Evidence Integration for Hazard Assessment within IATA, Risk Assessment, Systematic Reviews and Read-Across-based Structure/Activity Relationships Schematic illustrating the similarity of combining various evidence streams for deterministic or probabilistic hazard assessment. Abbreviations (see Table 1 for OECD definition): DIP data interpretation procedure, i.e., fixed algorithm for interpreting data to derive test result, IATA integrated approach to testing and assessment, DA defined approach, RASAR read-across-based structure/activity relationship, A.I artificial intelligence, aka Machine Learning

Schematic illustrating the similarity of combining various evidence streams for deterministic or probabilistic hazard assessment for individual substances or final products (mixtures). Abbreviations (see Table 1 for OECD definition): DIP = Data Interpretation Procedure, i.e., fixed algorithm for interpreting data to derive test result, IATA = Integrated Approach to Testing and Assessment, DA = Defined Approach, RASAR = Read-Across-based Structure/Activity Relationship, A.I. = Artificial Intelligence, aka Machine Learning.

Kinsner-Ovaskainen et al. (2009) gave a number of challenges for ITS/IATA:

  • Scientific knowledge and guidance on how to develop an ITS; how to combine the different building blocks for an efficient and effective decision-making process?

  • The extent of flexibility in combining the ITS components;

  • The optimal combination of ITS components (including the minimal number of components and/or combinations that have a desired predictive capacity);

  • The applicability domain of single components and the whole ITS;

  • The efficiency of the ITS (cost, time, technical difficulties)

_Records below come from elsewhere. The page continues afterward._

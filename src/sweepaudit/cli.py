"""The command line: parse options, call audit(), render, map the verdict to an exit code.

Exit status: 0 go, 1 no-go, 2 bad input or usage (or any failure that left no verdict).

Every failure is one line on standard error, ``sweepaudit: error: ...``, with control characters
shown as escapes; no traceback (``SWEEPAUDIT_TRACEBACK=1`` shows one for an unexpected error).
The outputs of a run are one transaction (:mod:`sweepaudit.render.files`): rendered in memory,
staged beside their targets, committed together, then the terminal text, then the ledger record;
a failure anywhere rolls them back, so exit status 2 means no output changed and no record added.

Policy: ``--policy PATH`` or else the ``[tool.sweepaudit]`` table of the nearest pyproject.toml
(see :func:`sweepaudit.policy.discover_policy`). ``--resamples``, ``--quick`` and ``--confidence``
override the policy's values for this run; the JSON ``settings`` block shows the values used, the
``policy`` block the policy as read.
"""

from __future__ import annotations

import functools
import inspect
import os
import shlex
import sys
import time
from collections.abc import Callable, Iterator
from contextlib import contextmanager
from dataclasses import dataclass
from enum import Enum
from pathlib import Path
from typing import Annotated, Any, Optional

import typer
import typer.core
from rich.console import Console

from . import validate
from ._version import __version__
from .api import audit, inspect as inspect_input
from .baseline import read_baseline
from .calibration import calibrate_sweep
from .document import calibration_document
from .errors import SweepAuditError
from .gate import trials_to_count
from .ledger import MAX_TRIALS
from .policy import policy_from_mapping, policy_to_toml, resolve_policy
from .read import LoadOptions, load_sweep
from .render.calibration import calibration_text
from .render.files import FileStep, Transaction, check_target, write_terminal
from .render.inspect import inspection_text
from .render.json import dumps
from .render.junit import audit_to_junit
from .render.report import check_report_path, figures_folder, render_report, stage_report
from .render.safe import visible
from .render.terminal import terminal_text
from .results import AuditResult, AuditSettings, Evidence
from .sweep import Sweep

EXIT_GO, EXIT_NO_GO, EXIT_BAD_INPUT = 0, 1, 2


def _error_line(message: object) -> None:
    """The one line a failure prints on standard error (control characters shown as escapes)."""
    print(f"sweepaudit: error: {visible(message)}", file=sys.stderr, flush=True)


class _OneLineErrors(typer.core.TyperGroup):
    """The command group, with every failure turned into one line on standard error.

    Usage errors (an unknown option, a value of the wrong type) keep their exit status (2) and
    name the option; an unexpected exception, which would otherwise print a traceback, becomes
    ``sweepaudit: error: internal error: ...`` with exit status 2 (``SWEEPAUDIT_TRACEBACK=1``
    lets it through for debugging). Help requested by giving no arguments is shown as usual.
    """

    def main(self, args=None, prog_name=None, complete_var=None, standalone_mode=True, **extra):
        if not standalone_mode:
            return super().main(args, prog_name, complete_var, standalone_mode=False, **extra)
        try:
            code = super().main(args, prog_name, complete_var, standalone_mode=False, **extra)
        except Exception as exc:  # noqa: BLE001 - the last line of defence against a traceback
            sys.exit(_usage_or_internal(exc))
        sys.exit(code if isinstance(code, int) else EXIT_GO)


def _usage_or_internal(exc: Exception) -> int:
    """Print the one line for an exception that reached the top; return the exit status."""
    if type(exc).__name__ == "NoArgsIsHelpError":
        exc.show()  # type: ignore[attr-defined]
        return int(getattr(exc, "exit_code", EXIT_BAD_INPUT))
    if hasattr(exc, "format_message") and hasattr(exc, "exit_code"):  # a usage error of the parser
        context = getattr(exc, "ctx", None)
        hint = f" (see {context.command_path} --help)" if context is not None else ""
        _error_line(exc.format_message() + hint)
        return int(exc.exit_code)
    if os.environ.get("SWEEPAUDIT_TRACEBACK"):
        raise exc
    detail = f"{type(exc).__name__}: {exc}" if str(exc) else type(exc).__name__
    _error_line(f"internal error, nothing was written: {detail[:500]} (set SWEEPAUDIT_TRACEBACK=1 to see where)")
    return EXIT_BAD_INPUT


app = typer.Typer(
    cls=_OneLineErrors,
    name="sweepaudit",
    help="Audit a trading strategy's parameter sweep: is the winner's edge real, or selection luck?",
    no_args_is_help=True,
    add_completion=False,
    pretty_exceptions_enable=False,
    pretty_exceptions_show_locals=False,
    rich_markup_mode=None,
)


class LayoutChoice(str, Enum):
    auto = "auto"
    long = "long"
    wide = "wide"


class UnitsChoice(str, Enum):
    fraction = "fraction"
    percent = "percent"
    bps = "bps"


class WindowsChoice(str, Enum):
    weekly = "weekly"
    monthly = "monthly"
    quarterly = "quarterly"


class BootstrapChoice(str, Enum):
    stationary = "stationary"
    circular = "circular"
    moving_block = "moving-block"


class IntervalChoice(str, Enum):
    studentized = "studentized"
    percentile = "percentile"
    basic = "basic"


def _version(value: bool) -> None:
    if value:
        typer.echo(f"sweepaudit {__version__}")
        raise typer.Exit(EXIT_GO)


@app.callback()
def _root(
    version: Annotated[
        bool, typer.Option("--version", callback=_version, is_eager=True, help="Print the version and exit.")
    ] = False,
) -> None:
    """Audit a parameter sweep before committing money to its best configuration.

    Exit status: 0 go, 1 no-go, 2 bad input or usage.
    """


def _fail(message: str) -> typer.Exit:
    _error_line(message)
    return typer.Exit(EXIT_BAD_INPUT)


def _for_report(step, path: Path, *args) -> Any:
    """A report step whose error names the --report option (the library's names the path)."""
    try:
        return step(path, *args)
    except SweepAuditError as exc:
        raise SweepAuditError(f"--report: {exc}") from None


def _real(path: object) -> str:
    # os.path.realpath, unlike Path.resolve, does not raise on a symbolic-link loop
    return os.path.realpath(os.fspath(path))  # type: ignore[arg-type]


Outputs = list[tuple[str, Path]]  # (what, path): "JSON file", "JUnit file", "report"


def _check_distinct(outputs: Outputs, inputs: dict[str, object]) -> None:
    """Refuse an output that would overwrite an input (the sweep, a ledger, ...) or another output."""
    seen: dict[str, str] = {}
    for what, value in inputs.items():
        if value is not None and str(value) != "-":
            seen[_real(value)] = what
    for what, path in outputs:
        if path is None:
            continue
        key = _real(path)
        if key in seen:
            raise SweepAuditError(f"the {what} {path} would overwrite the {seen[key]}; give another file name")
        seen[key] = what


@contextmanager
def _progress(quiet: bool, label: str) -> Iterator[tuple[Optional[Callable[[int, int], None]], Callable[[], None]]]:
    """A progress callback drawing a bar on stderr for long runs, and a function that ends the bar
    (before the terminal output is written); no bar when quiet or when stderr is not a terminal."""
    console = Console(stderr=True)
    if quiet or not console.is_terminal:
        yield None, lambda: None
        return
    from rich.progress import BarColumn, Progress, TextColumn, TimeRemainingColumn

    bar = Progress(TextColumn(label), BarColumn(), TextColumn("{task.completed:,}/{task.total:,}"),
                   TimeRemainingColumn(), console=console, transient=True)
    task = {"id": None}

    def update(done: int, total: int) -> None:
        if task["id"] is None:
            task["id"] = bar.add_task(label, total=total)
        bar.update(task["id"], completed=done)

    bar.start()
    try:
        yield update, bar.stop
    finally:
        bar.stop()


def _count(text: Optional[str], option: str) -> Optional[int]:
    """A count given on the command line: a whole number, also written as 1e6 or 1_000_000."""
    if text is None:
        return None
    try:
        value: object = int(text)
    except ValueError:
        value = validate.finite_number(text, option)
    return validate.whole_number(value, option, minimum=1, maximum=MAX_TRIALS, accept_float=True,
                                 what=f"a whole number from 1 to {MAX_TRIALS:,}")


# ---------------------------------------------------------------------------------------------
# the input options, declared once and shared by `audit`, `calibrate` and `inspect`


@dataclass(frozen=True)
class SweepInput:
    """The sweep a command reads and how: the shared input options, parsed.

    Attributes
    ----------
    path : str
        The SWEEP argument (``-`` for standard input).
    options : LoadOptions
        How to read it.
    select : str or None
        The configuration to judge instead of the highest full-sample Sharpe ratio.
    """

    path: str
    options: LoadOptions
    select: str | None

    def load(self) -> Sweep:
        return load_sweep(self.path, self.options)

    def words(self, path: str) -> list[str]:
        """``path`` and the input options that differ from the defaults, as command words."""
        words = [path if path != "<stdin>" else "-"]
        defaults = LoadOptions()
        for name in ("layout", "window_column", "value_column", "benchmark", "benchmark_file", "units",
                     "periods_per_year", "date_format", "windows", "separator", "decimal", "thousands"):
            value = getattr(self.options, name)
            if value != getattr(defaults, name):
                words += [f"--{name.replace('_', '-')}", _SEPARATOR_WORDS.get(str(value), str(value))
                          if name == "separator" else str(value)]
        if self.options.parameter_columns:
            words += ["--parameter-columns", ",".join(self.options.parameter_columns)]
        if self.options.common_windows:
            words.append("--common-windows")
        if self.options.date_order != "auto":
            words.append(f"--{self.options.date_order}")
        return words


#: --separator accepts these words for characters awkward to type in a shell.
_SEPARATOR_WORDS = {"\t": "tab", ";": "semicolon", ",": "comma", "|": "pipe"}


def _option(name: str, annotation, default=inspect.Parameter.empty) -> inspect.Parameter:
    return inspect.Parameter(name, inspect.Parameter.POSITIONAL_OR_KEYWORD, default=default, annotation=annotation)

  • Need to further discuss and to develop the ITS validation principles

These aspects were discussed in Hartung et al. (2013) but not much conceptual progress has been noted since. With respect to validation, the development of evaluation criteria (Table 3) coupled with performance assessment for the overall DA (Kleinstreuer et al. 2018) was mentioned.

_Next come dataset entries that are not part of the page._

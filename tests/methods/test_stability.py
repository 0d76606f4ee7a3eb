"""Tests of the edge over time and the decay test (sweepaudit.methods.stability).

Checked against outside references:

* the rolling means and Sharpe ratios against pandas' ``Series.rolling(L).mean()`` and ``.std()``;
* the sub-periods' means and Sharpe ratios against numpy on the slices;
* on serially uncorrelated windows the decay statistic against scipy's two-sample t-test
  (``scipy.stats.ttest_ind``, pooled variance): the two differ only in the variance estimate
  (prewhitened long-run variance against the pooled sample variance), so they agree to a few percent
  on a long record;
* theory: the test's size under a constant mean, for serially uncorrelated and AR(1) windows
  (phi = 0.5), also after picking the best of many configurations by full-sample Sharpe ratio (the
  difference of the two periods' means is uncorrelated with the full-sample mean), against binomial
  bounds; its power against an edge that stopped halfway.

Internal consistency only: the thirds rule (as CSCV's blocks), the split's bounds, the default rolling
length, and every error message.
"""

from __future__ import annotations

import math

import numpy as np
import pandas as pd
import pytest
from scipy import stats

from sweepaudit.errors import DegenerateDataError, InputError
from sweepaudit.methods.stability import (
    MIN_PERIOD,
    default_rolling_windows,
    edge_stability,
    sub_period,
    thirds,
)
from sweepaudit.simulate import simulate_dependent_grid, simulate_late_edge


def _ar1(rng, t, phi):
    e = rng.standard_normal(t + 200)
    x = np.empty_like(e)
    x[0] = e[0]
    for i in range(1, len(e)):
        x[i] = phi * x[i - 1] + math.sqrt(1 - phi * phi) * e[i]
    return 0.01 * x[200:]


def test_rolling_figures_match_pandas():
    x = np.random.default_rng(1).normal(0.001, 0.01, 300) + 5.0  # a level far from zero
    st = edge_stability(x, rolling_windows=52)
    rolling = pd.Series(x).rolling(52)
    assert np.allclose(st.rolling_mean, rolling.mean().to_numpy()[51:], rtol=0, atol=1e-12)
    expected = (rolling.mean() / rolling.std()).to_numpy()[51:]
    assert np.allclose(st.rolling_sharpe, expected, rtol=1e-8)
    assert st.rolling_lowest == pytest.approx(expected.min())
    assert st.rolling_highest == pytest.approx(expected.max())
    assert st.rolling_share_positive == pytest.approx(np.mean(expected > 0))


def test_thirds_and_periods_match_numpy():
    x = np.random.default_rng(2).normal(0.002, 0.01, 100)
    assert thirds(100) == ((0, 34), (34, 67), (67, 100))
    st = edge_stability(x, recent_share=0.3)
    for (a, b), part in zip(thirds(100), st.thirds):
        assert (part.start, part.stop, part.windows) == (a, b, b - a)
        assert part.mean == pytest.approx(x[a:b].mean())
        assert part.sharpe == pytest.approx(x[a:b].mean() / x[a:b].std(ddof=1))
    assert (st.early.start, st.early.stop, st.recent.start, st.recent.stop) == (0, 70, 70, 100)
    assert st.difference == pytest.approx(x[70:].mean() - x[:70].mean())
    # Each period keeps at least MIN_PERIOD windows whatever the share.
    assert edge_stability(x, recent_share=0.01).recent.windows == MIN_PERIOD
    assert edge_stability(x, recent_share=0.99).early.windows == MIN_PERIOD


def test_statistic_agrees_with_scipy_two_sample_t_on_uncorrelated_windows():
    rng = np.random.default_rng(3)
    for shift in (0.0, -0.001, -0.002):
        x = rng.normal(0.001, 0.01, 2000)
        x[1000:] += shift
        st = edge_stability(x)
        reference = stats.ttest_ind(x[1000:], x[:1000], equal_var=True)
        assert st.statistic == pytest.approx(reference.statistic, rel=0.08, abs=0.08)
        assert st.pvalue == pytest.approx(stats.t.cdf(st.statistic, st.degrees_of_freedom))


def test_sub_period_t_ratio_is_the_long_run_one():
    x = _ar1(np.random.default_rng(4), 400, 0.5)
    part = sub_period(x, 100, 300)
    from sweepaudit.methods.longrun import long_run_variance

    lr = long_run_variance(x[100:300])
    assert part.t_ratio == pytest.approx(x[100:300].mean() / math.sqrt(lr.variance[0] / 200))
    assert part.degrees_of_freedom == pytest.approx(lr.degrees_of_freedom[0])


def _flag_rate(draw, sweeps):
    return sum(edge_stability(draw(np.random.default_rng(seed))).pvalue <= 0.05 for seed in range(sweeps))


@pytest.mark.parametrize("phi", [0.0, 0.5])
def test_size_under_a_constant_mean_short(phi):
    sweeps = 300
    flagged = _flag_rate(lambda rng: _ar1(rng, 208, phi) + 0.002, sweeps)
    assert flagged <= stats.binom.ppf(0.999, sweeps, 0.05)


def _best_of(rng, n, t, phi):
    x = simulate_dependent_grid(rng, n, t, phi=phi)
    return x[:, np.argmax(x.mean(axis=0) / x.std(axis=0, ddof=1))]


def test_picking_the_best_does_not_tilt_the_test_short():
    sweeps = 300
    flagged = _flag_rate(lambda rng: _best_of(rng, 50, 208, 0.0), sweeps)
    assert flagged <= stats.binom.ppf(0.999, sweeps, 0.05)


@pytest.mark.slow
@pytest.mark.parametrize("phi", [0.0, 0.3, 0.5])
def test_size_after_picking_the_best_of_a_hundred(phi):
    sweeps = 1000
    flagged = _flag_rate(lambda rng: _best_of(rng, 100, 208, phi), sweeps)
    assert flagged / sweeps <= 0.05 + 2 * math.sqrt(0.05 * 0.95 / sweeps)


def test_an_edge_that_stopped_halfway_is_flagged_and_one_that_started_is_not():
    sweeps = 60
    dead = live = 0
    for seed in range(sweeps):
        x = simulate_late_edge(np.random.default_rng(seed), 36, 208)[:, 14]  # a plateau cell of the 6 x 6 grid
        live += edge_stability(x).pvalue <= 0.05
        dead += edge_stability(x[::-1]).pvalue <= 0.05
    assert live == 0
    assert dead >= 0.75 * sweeps  # the test's power at annualized Sharpe 3 over two years: about 0.9


def test_default_rolling_windows():
    assert default_rolling_windows(208, 52) == 52  # one year
    assert default_rolling_windows(120, 52) == 20  # a year is more than a third: a sixth of the windows
    assert default_rolling_windows(40, 4) == MIN_PERIOD
    assert default_rolling_windows(600, None) == 100


def test_flat_record_and_errors():
    flat = np.zeros(60)
    st = edge_stability(flat)
    assert math.isnan(st.statistic) and st.pvalue == 1.0
    assert np.isnan(st.rolling_sharpe).all() and math.isnan(st.rolling_lowest)
    with pytest.raises(DegenerateDataError, match="series must hold at least 24 windows; got 23"):
        edge_stability(np.ones(23))
    with pytest.raises(InputError, match="recent_share must lie strictly between 0 and 1; got 1.5"):
        edge_stability(np.arange(30.0), recent_share=1.5)
    with pytest.raises(InputError, match="rolling_windows must be a whole number from 2 to 30; got 31"):
        edge_stability(np.arange(30.0), rolling_windows=31)
    with pytest.raises(InputError, match=r"a sub-period must be at least 8 windows inside 0\.\.30; got 25\.\.30"):
        sub_period(np.arange(30.0), 25, 30)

Jaworska and Hoffmann (2010) noted “Because high-throughput datasets may suffer from technical and biological noise or from various technical biases and biological shortcomings, improved statistics are needed for the separation of signal from noise, as well as for better data integration annotating biologically relevant relationships. The logical interpretation of the complex signal propagation leading to an observed effect is not easily comprehensible. Therefore, computational modelling can be expected to play a crucial role in predicting the output from the signal input or system perturbation to obtain a more comprehensive, less technically biased and more accurate view of the true effect”. This call for considering the key role of data management (Wilkinson et al. 2016).

The ITS workshop (Rovida et al. 2015) noted that ITS development for hazard characterization in the context of REACH are prescribed, deterministic and serve classification, while ITS for full safety assessment should be flexible, probabilistic, and fit for purpose. We have recently addressed the important role of probabilistic approaches in general (Maertens et al. 2022). The challenges and opportunities for IATA thus have not changed very much since 2015. Some progress for individual hazards is noted as summarized in Table 3; the tremendous opportunity of this approach, however, have not yet been leveraged.

For the improvement of safety sciences and the replacement of traditional animal-based approaches by IATA, approaches should be relevant combining the different aspects of complexity, from chemicals to models. From a multi-disciplinarity perspective, already existing models coming from different scientific domains could be reconverted and applied in toxicological studies and, at the same time, toxicology could be a source for novel methodologies for other fields for cross-cutting applications to speed up the 3Rs vision.